Last thing. moving synchronize_srcu(&fsnotify_mark_srcu) out of the
for(;;) loop in fs/notify/mark.c appears to solve the stability issues
for me. I don't know enough about kernel internals to determine if
this is doing lots of other bad things to my system or not.
Cheers,
peter
On Tue, Apr 17, 2012 at 11:24 AM, Peter Moody <pmoody(a)google.com> wrote:
and my config.gz
On Tue, Apr 17, 2012 at 10:56 AM, Peter Moody <pmoody(a)google.com> wrote:
> Here's a trace with debugging turned way up plus a few extra printk's
> added to fs/notify/mark.c. I'm looping through private_destroy_list
> before and after the call to synchronize_srcu.
>
> I can reproduce this reliably with kvm with 2 virtual processors:
> Linux desktop 3.4.0-rc3-oops1+ #1 SMP Tue Apr 17 09:59:44 PDT 2012
> x86_64 GNU/Linux
>
> Cheers,
> peter
>
> On Thu, Apr 5, 2012 at 2:07 PM, Eric Paris <eparis(a)redhat.com> wrote:
>> please please please keep on list. Everything you say might help track
>> it down!
>>
>> On Thu, 2012-04-05 at 14:03 -0700, Peter Moody wrote:
>>> (please let me know if I should take this off-list)
>>>
>>> One other thing (again, maybe already known), but this seems to be
>>> exacerbated by SMP. On my machine, I can't reproduce the crash if I
>>> booth with maxcpus=1.
>>>
>>> Still hunting.
>>>
>>> Cheers,
>>> peter
>>>
>>> On Tue, Apr 3, 2012 at 9:15 AM, Peter Moody <pmoody(a)google.com> wrote:
>>> > This may already be known, but the issue seems to be limited to watch
>>> > rules. With any watch rules, I can reliably crash my machine while
>>> > freeing a watch rule after only starting/stopping auditd a few times.

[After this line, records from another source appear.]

/**
 * ISO 5817:2014 Welding — fusion-welded joints in steel — quality levels for imperfections.
 * Level B is stringent, C intermediate, D moderate. Imperfections are named by their ISO 6520-1
 * reference number. Symbols: t thickness, b width of the weld face (of the root bead for 504),
 * a nominal throat (0.7071 × the required fillet size, which Tacksheet records as the leg),
 * s nominal butt weld thickness (taken as t), h height of the imperfection; all mm. Most rows
 * have one line for t from 0.5 to 3 mm and one for t over 3 mm. EN 25817 (1992) used other
 * undercut and throat rows; the 2023 edition was not checked.
 */
import type { CheckId, Confidence, CriteriaSet, Expr, Limit } from '../types';

type Level = 'B' | 'C' | 'D';

/** A value of the thin (0.5–3 mm) and thick (over 3 mm) rows; `null`: not permitted. */
interface Rows {
	thin: Expr | null;
	thick: Expr | null;
}

interface LevelValues {
	undercut: { factor: number; cap: number; thin: 'none' | 'short'; confidence: Confidence };
	excessWeldMetal: { factor: number; cap: number; confidence: Confidence };
	convexity: { factor: number; cap: number };
	excessPenetration: { thin: number; thick: number; cap: number; confidence: Confidence };
	excessThroat?: { factor: number; cap: number; confidence: Confidence };
	insufficientThroatCap?: number;
	misalignment: { plate: number; plateCap: number; circumferentialCap: number };
	asymmetry: { plus: number; factor: number };
	/** 2017 surface pore: d ≤ k·s (butt) or k·a (fillet), thin row without a cap */
	pore: { thin?: number; thick?: { factor: number; cap: number }; confidence: Confidence };
	/** 2025 end crater pipe: h ≤ k·t, thin row without a cap */
	crater: { thin?: number; thick?: { factor: number; cap: number }; confidence: Confidence };
	/** 4021 incomplete root penetration: short imperfections up to h ≤ k·t, capped */
	rootPenetration?: { factor: number; cap: number };
	rootPenetrationConfidence: Confidence;
	/** 511 incompletely filled groove: short imperfections only */
	filledGroove: { thin?: number; thick: { factor: number; cap: number }; confidence: Confidence };
	/** 515 root concavity: thin row at any length, thick row short imperfections */
	rootConcavity: {
		thin?: Expr;
		thick: { factor: number; cap: number };
		confidence: Confidence;
	};
	/** 506 overlap: h ≤ k·b at level D only */
	overlap?: number;
}

const levels: Record<Level, LevelValues> = {
	B: {
		undercut: { factor: 0.05, cap: 0.5, thin: 'none', confidence: '2+' },
		excessWeldMetal: { factor: 0.1, cap: 5, confidence: '2+' },
		convexity: { factor: 0.1, cap: 3 },
		excessPenetration: { thin: 0.1, thick: 0.2, cap: 3, confidence: '1' },
		excessThroat: { factor: 0.15, cap: 3, confidence: '2+' },
		misalignment: { plate: 0.1, plateCap: 3, circumferentialCap: 2 },
		asymmetry: { plus: 1.5, factor: 0.15 },
		pore: { confidence: '2+' },
		crater: { confidence: '1' },
		rootPenetrationConfidence: '2+',
		filledGroove: { thick: { factor: 0.05, cap: 0.5 }, confidence: 'mem' },
		rootConcavity: { thick: { factor: 0.05, cap: 0.5 }, confidence: 'mem' }
	},
	C: {
		undercut: { factor: 0.1, cap: 0.5, thin: 'short', confidence: '2+' },
		excessWeldMetal: { factor: 0.15, cap: 7, confidence: '2+' },
		convexity: { factor: 0.15, cap: 4 },
		excessPenetration: { thin: 0.3, thick: 0.6, cap: 4, confidence: '2+' },
		excessThroat: { factor: 0.2, cap: 4, confidence: '1' },
		insufficientThroatCap: 1,
		misalignment: { plate: 0.15, plateCap: 4, circumferentialCap: 3 },
		asymmetry: { plus: 2, factor: 0.15 },
		pore: { thick: { factor: 0.2, cap: 2 }, confidence: '2+' },
		crater: { thick: { factor: 0.1, cap: 1 }, confidence: '1' },
		rootPenetrationConfidence: '2+',
		filledGroove: { thin: 0.1, thick: { factor: 0.1, cap: 1 }, confidence: '1' },
		rootConcavity: {
			thin: { of: 'thickness', times: 0.1 },
			thick: { factor: 0.1, cap: 1 },
			confidence: '1'
		}
	},
	D: {
		undercut: { factor: 0.2, cap: 1, thin: 'short', confidence: '1' },
		excessWeldMetal: { factor: 0.25, cap: 10, confidence: '1' },
		convexity: { factor: 0.25, cap: 5 },
		excessPenetration: { thin: 0.6, thick: 1.0, cap: 5, confidence: '1' },
		insufficientThroatCap: 2,
		misalignment: { plate: 0.25, plateCap: 5, circumferentialCap: 4 },
		asymmetry: { plus: 2, factor: 0.2 },
		pore: { thin: 0.3, thick: { factor: 0.3, cap: 3 }, confidence: '1' },
		crater: { thin: 0.2, thick: { factor: 0.2, cap: 2 }, confidence: '1' },
		rootPenetration: { factor: 0.2, cap: 2 },
		rootPenetrationConfidence: '1',
		filledGroove: { thin: 0.25, thick: { factor: 0.25, cap: 2 }, confidence: 'mem' },
		rootConcavity: {
			thin: { of: 'thickness', times: 0.1, plus: 0.2 },
			thick: { factor: 0.2, cap: 2 },
			confidence: 'mem'
		},
		overlap: 0.2
	}
};

/** t 0.5–3 mm and t > 3 mm rows. */
const byThinWall = (thin: Expr, thick: Expr): Expr => ({
	by: 'thickness',
	steps: [{ upTo: 3, value: thin }],
	otherwise: thick
});

const rows = ({ thin, thick }: Rows): Expr => byThinWall(thin ?? 0, thick ?? 0);

const capped = (
	of: 'thickness' | 'faceWidth' | 'nominalThroat' | 'rootWidth',
	factor: number,
	cap: number,
	plus = 0
): Expr => ({
	lesserOf: [{ of, times: factor, plus }, cap]
});

/** Butt welds are judged by s (taken as t), fillet welds by their nominal throat a. */
const byWeld = (butt: Expr, fillet: Expr): Expr => ({
	when: { kindIn: ['fillet', 'socket'] },
	then: fillet,
	otherwise: butt
});

const UNCONFIRMED = 'Unconfirmed — check the clause.';
const SHORT =
	'A short imperfection: in a weld of 100 mm or more, at most 25 mm in the 100 mm that holds most; in a shorter weld, at most 25 % of its length (clause 3, unconfirmed).';

const words = (value: number | undefined, symbol: string, cap?: number) =>
	value === undefined
		? 'not permitted'
		: `h ≤ ${value}${symbol}${cap === undefined ? '' : `, max ${cap} mm`}`;

function limitsFor(level: Level): CriteriaSet['limits'] {
	const v = levels[level];
	const undercutDepth = capped('thickness', v.undercut.factor, v.undercut.cap);
	const plate = byThinWall(
		{ of: 'thickness', times: v.misalignment.plate, plus: 0.2 },
		capped('thickness', v.misalignment.plate, v.misalignment.plateCap)
	);
	const circumferential = capped('thickness', 0.5, v.misalignment.circumferentialCap);
	const poreRows = (of: 'thickness' | 'nominalThroat'): Expr =>
		rows({
			thin: v.pore.thin === undefined ? null : { of, times: v.pore.thin },
			thick: v.pore.thick ? capped(of, v.pore.thick.factor, v.pore.thick.cap) : null
		});
	const groove = v.filledGroove;
	const root = v.rootConcavity;
	const limits: Partial<Record<CheckId, Limit>> = {
		'misalignment.max': {
			rule: {
				type: 'max',
				max: { when: { seam: 'circumferential' }, then: circumferential, otherwise: plate }
			},
			clause: 'Table 1, 507 (linear misalignment: 5071 plates, 5072 circumferential welds)',
			confidence: 'mem',
			note: `Plates and longitudinal welds: t ≤ 3: h ≤ 0.2 mm + ${v.misalignment.plate}t; t > 3: h ≤ ${v.misalignment.plate}t, max ${v.misalignment.plateCap} mm. Circumferential welds: h ≤ 0.5t, max ${v.misalignment.circumferentialCap} mm. ${UNCONFIRMED}`,
			stages: ['fitup', 'visual']
		},
		crack: {
			rule: { type: 'absent' },
			clause: 'Table 1, 100 (crack)',
			confidence: '2+',
			note: 'Not permitted at any level.'
		},
		fusion: {
			rule: { type: 'absent' },
			clause: 'Table 1, 401 (lack of fusion)',
			confidence: '2+',
			note: 'Not permitted at any level.'
		},
		overlap:
			v.overlap === undefined
				? {
						rule: { type: 'absent' },
						clause: 'Table 1, 506 (overlap)',
						confidence: level === 'C' ? '1' : 'mem',
						note: 'Not permitted at this level.'
					}
				: {
						rule: { type: 'absent', beyond: 'judge' },
						clause: 'Table 1, 506 (overlap)',
						confidence: 'mem',
						note: `Level D allows overlap up to h ≤ ${v.overlap}b: gauge how far it lies over the parent metal.`
					},
		crater: {
			rule: v.crater.thick ? { type: 'absent', beyond: 'judge' } : { type: 'absent' },
			clause: 'Table 1, 2025 (end crater pipe)',
			confidence: v.crater.confidence,
			note: v.crater.thick
				? 'Allowed up to a depth by the wall thickness: gauge it.'
				: 'Not permitted at this level.'
		},
		'crater.depth': {
			rule: {
				type: 'max',
				max: rows({
					thin: v.crater.thin === undefined ? null : { of: 'thickness', times: v.crater.thin },
					thick: v.crater.thick
						? capped('thickness', v.crater.thick.factor, v.crater.thick.cap)
						: null
				})
			},
			clause: 'Table 1, 2025 (end crater pipe)',
			confidence: v.crater.confidence,
			note: `t ≤ 3: ${words(v.crater.thin, 't')}; t > 3: ${words(v.crater.thick?.factor, 't', v.crater.thick?.cap)}. A crater at a weld end is short by nature.`
		},
		'undercut.depth': {
			rule:
				v.undercut.thin === 'none'
					? { type: 'banded', max: byThinWall(0, undercutDepth) }
					: {
							type: 'banded',
							max: byThinWall(0, undercutDepth),
							band: { upTo: undercutDepth, length: { short: true } }
						},
			clause: 'Table 1, 5011 / 5012 (undercut)',
			confidence: v.undercut.confidence,
			note: `t > 3 mm: h ≤ ${v.undercut.factor}t, max ${v.undercut.cap} mm, with a smooth transition. t ≤ 3 mm: ${v.undercut.thin === 'none' ? 'not permitted' : `short imperfections only, h ≤ ${v.undercut.factor}t`}. ${SHORT}`
		},
		'concavity.max': {
			rule: {
				type: 'max',
				max: 0,
				judgeUpTo: rows({
					thin: groove.thin === undefined ? null : { of: 'thickness', times: groove.thin },
					thick: capped('thickness', groove.thick.factor, groove.thick.cap)
				})
			},
			clause: 'Table 1, 511 (incompletely filled groove)',
			confidence: groove.confidence,
			note: `Short imperfections only: t ≤ 3: ${words(groove.thin, 't')}; t > 3: h ≤ ${groove.thick.factor}t, max ${groove.thick.cap} mm. Within that the inspector checks the length. ${SHORT}`,
			kinds: ['butt']
		},
		'reinforcement.max': {
			rule: {
				type: 'max',
				max: capped('faceWidth', v.excessWeldMetal.factor, v.excessWeldMetal.cap, 1)
			},
			clause: 'Table 1, 502 (excess weld metal)',
			confidence: v.excessWeldMetal.confidence,
			note: `h ≤ 1 mm + ${v.excessWeldMetal.factor}b, max ${v.excessWeldMetal.cap} mm, with a smooth transition.`
		},
		'rootProtrusion.max': {
			rule: {
				type: 'max',
				max: byThinWall(
					{ of: 'rootWidth', times: v.excessPenetration.thin, plus: 1 },
					capped('rootWidth', v.excessPenetration.thick, v.excessPenetration.cap, 1)
				)
			},
			clause: 'Table 1, 504 (excess penetration)',
			confidence: v.excessPenetration.confidence,
			note: `t ≤ 3: h ≤ 1 mm + ${v.excessPenetration.thin}b; t > 3: h ≤ 1 mm + ${v.excessPenetration.thick}b, max ${v.excessPenetration.cap} mm; b is the width of the root bead.`
		},
		'rootConcavity.depth': {
			rule: {
				type: 'banded',
				max: byThinWall(root.thin ?? 0, 0),
				band: {
					upTo: byThinWall(root.thin ?? 0, capped('thickness', root.thick.factor, root.thick.cap)),
					length: { short: true }
				}
			},
			clause: 'Table 1, 515 (root concavity)',
			confidence: root.confidence,
			note: `t ≤ 3: ${root.thin === undefined ? 'not permitted' : level === 'D' ? 'h ≤ 0.2 mm + 0.1t' : 'h ≤ 0.1t'}; t > 3: short imperfections only, h ≤ ${root.thick.factor}t, max ${root.thick.cap} mm. ${SHORT}`,
			kinds: ['butt']
		},
		'penetration.depth': {
			rule: {
				type: 'max',
				max: v.rootPenetration
					? capped('thickness', v.rootPenetration.factor, v.rootPenetration.cap)
					: 0
			},
			clause: 'Table 1, 4021 (incomplete root penetration)',
			confidence: v.rootPenetrationConfidence,
			note: v.rootPenetration
				? `Single-side butt welds: short imperfections only, h ≤ ${v.rootPenetration.factor}t, max ${v.rootPenetration.cap} mm.`
				: 'Not permitted at this level.',
			kinds: ['butt']
		},
		'penetration.length': {
			rule: v.rootPenetration
				? { type: 'length', allowance: { short: true } }
				: { type: 'length', allowance: { max: 0 } },
			clause: 'Table 1, 4021 (incomplete root penetration)',
			confidence: v.rootPenetrationConfidence,
			note: v.rootPenetration ? SHORT : 'Not permitted at this level.',
			kinds: ['butt']
		},
		'fillet.convexity': {
			rule: { type: 'max', max: capped('faceWidth', v.convexity.factor, v.convexity.cap, 1) },
			clause: 'Table 1, 503 (excessive convexity)',
			confidence: '2+',
			note: `h ≤ 1 mm + ${v.convexity.factor}b, max ${v.convexity.cap} mm.`
		},
		'fillet.throat.min': {
			rule: byThinWallThroat(v.insufficientThroatCap),
			clause: 'Table 1, 5213 (insufficient throat thickness)',
			confidence: '1',
			note: `${v.insufficientThroatCap === undefined ? 'Not permitted' : `Short imperfections only, h ≤ 0.3 mm + 0.1a, max ${v.insufficientThroatCap} mm`} (t > 3 mm). From EN 25817; the 2014 row is unconfirmed.`
		},
		'fillet.asymmetry': {
			rule: {
				type: 'max',
				max: { of: 'nominalThroat', times: v.asymmetry.factor, plus: v.asymmetry.plus }
			},
			clause: 'Table 1, 512 (excessive asymmetry of fillet weld)',
			confidence: '2+',
			note: `h ≤ ${v.asymmetry.plus} mm + ${v.asymmetry.factor}a, where an asymmetric fillet is not prescribed.`
		},
		'pore.largest': {
			rule: { type: 'max', max: byWeld(poreRows('thickness'), poreRows('nominalThroat')) },
			clause: 'Table 1, 2017 (surface pore)',
			confidence: v.pore.confidence,
			note: `Largest single pore: t ≤ 3: ${v.pore.thin === undefined ? 'not permitted' : `d ≤ ${v.pore.thin}s (butt) or ${v.pore.thin}a (fillet)`}; t > 3: ${v.pore.thick ? `d ≤ ${v.pore.thick.factor}s or ${v.pore.thick.factor}a, max ${v.pore.thick.cap} mm` : 'not permitted'}.`
		}
	};
	if (v.overlap !== undefined) {
		limits['overlap.size'] = {
			rule: { type: 'max', max: { of: 'faceWidth', times: v.overlap } },
			clause: 'Table 1, 506 (overlap)',
			confidence: 'mem',
			note: `h ≤ ${v.overlap}b, b the width of the weld face. ${UNCONFIRMED}`
		};
	}
	if (v.excessThroat) {
		limits['fillet.throat.max'] = {
			rule: {
				type: 'max',
				max: capped('nominalThroat', v.excessThroat.factor, v.excessThroat.cap, 1)
			},
			clause: 'Table 1, 5214 (excessive throat thickness)',
			confidence: v.excessThroat.confidence,
			note: `h ≤ 1 mm + ${v.excessThroat.factor}a, max ${v.excessThroat.cap} mm; measured from the gauged throat, or the throat of the legs.`
		};
	}
	return limits;
}

function byThinWallThroat(cap: number | undefined): Limit['rule'] {
	const thin = { open: 'Insufficient throat on walls of 3 mm and less is not built in.' };
	if (cap === undefined) return { type: 'banded', max: byThinWall(thin, 0) };
	const shortfall = capped('nominalThroat', 0.1, cap, 0.3);
	return {
		type: 'banded',
		max: byThinWall(thin, 0),
		band: { upTo: byThinWall(thin, shortfall), length: { short: true } }
	};
}

const names: Record<Level, string> = { B: 'stringent', C: 'intermediate', D: 'moderate' };

function isoLevel(level: Level): CriteriaSet {
	return {
		id: `iso-5817-${level.toLowerCase()}`,
		name: `ISO 5817 quality level ${level} (${names[level]})`,
		standard: 'ISO 5817',
		edition: '2014',
		version: 1,
		scope: `Surface and root imperfections of arc-welded steel joints at quality level ${level}, judged visually; level D sets no excessive-throat limit.`,
		limits: limitsFor(level)
	};
}

export const iso5817B = isoLevel('B');
export const iso5817C = isoLevel('C');
export const iso5817D = isoLevel('D');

>>> > With no watch rules, I have no issues.
>>> >
>>> > Cheers,
>>> > peter
>>> >
>>> > On Wed, Mar 28, 2012 at 11:44 PM, Valentin Avram
<aval13(a)gmail.com> wrote:
>>> >> Yes, i know that patch. It made it into kernel 3.2.2. I tested it
>>> >> successfully (oops in 3.2.1, no oops in 3.2.9), but this oops
i'm seeing is
>>> >> also in 3.2.9.
>>> >>
>>> >> I monitored changelogs since 3.2.1 to 3.2.12 but there were no fixes
either
>>> >> in audit subsystem or in fsnotify. I'll try to reproduce in
latest 3.2.13
>>> >> and repost the oops, but i'm 99% confident it will be the same.
>>> >>
>>> >> Sadly nobody except you seems to pay attention to this problem,
probably
>>> >> because it requires special conditions to reproduce (really, who
starts and
>>> >> stops auditd every 5 seconds on a production server?). We only ran
into it
>>> >> because one of our servers would randomly oops and then freeze about
each
>>> >> month after stopping and then starting
>>> >>
>>> >> auditd
>>> >>
>>> >> every morning (and the stop-start sequence was needed to workaround
a bug
>>> >> somewhere that would hang a
>>> >>
>>> >> gzip
>>> >>
>>> >> running on a file outside a watched folder).
>>> >>
>>> >> Anyway, as a last note, i have a feeling that the oops is not
exactly
>>> >> random, there is a pattern, just that i haven't figured it out
completely
>>> >> yet.
>>> >>
>>> >> Will keep you
>>> >>
>>> >> uptodate
>>> >>
>>> >> with the things i find out.
>>> >>
>>> >> V.
>>> >>
>>> >> On Mar 29, 2012 4:14 AM, "Eric Paris"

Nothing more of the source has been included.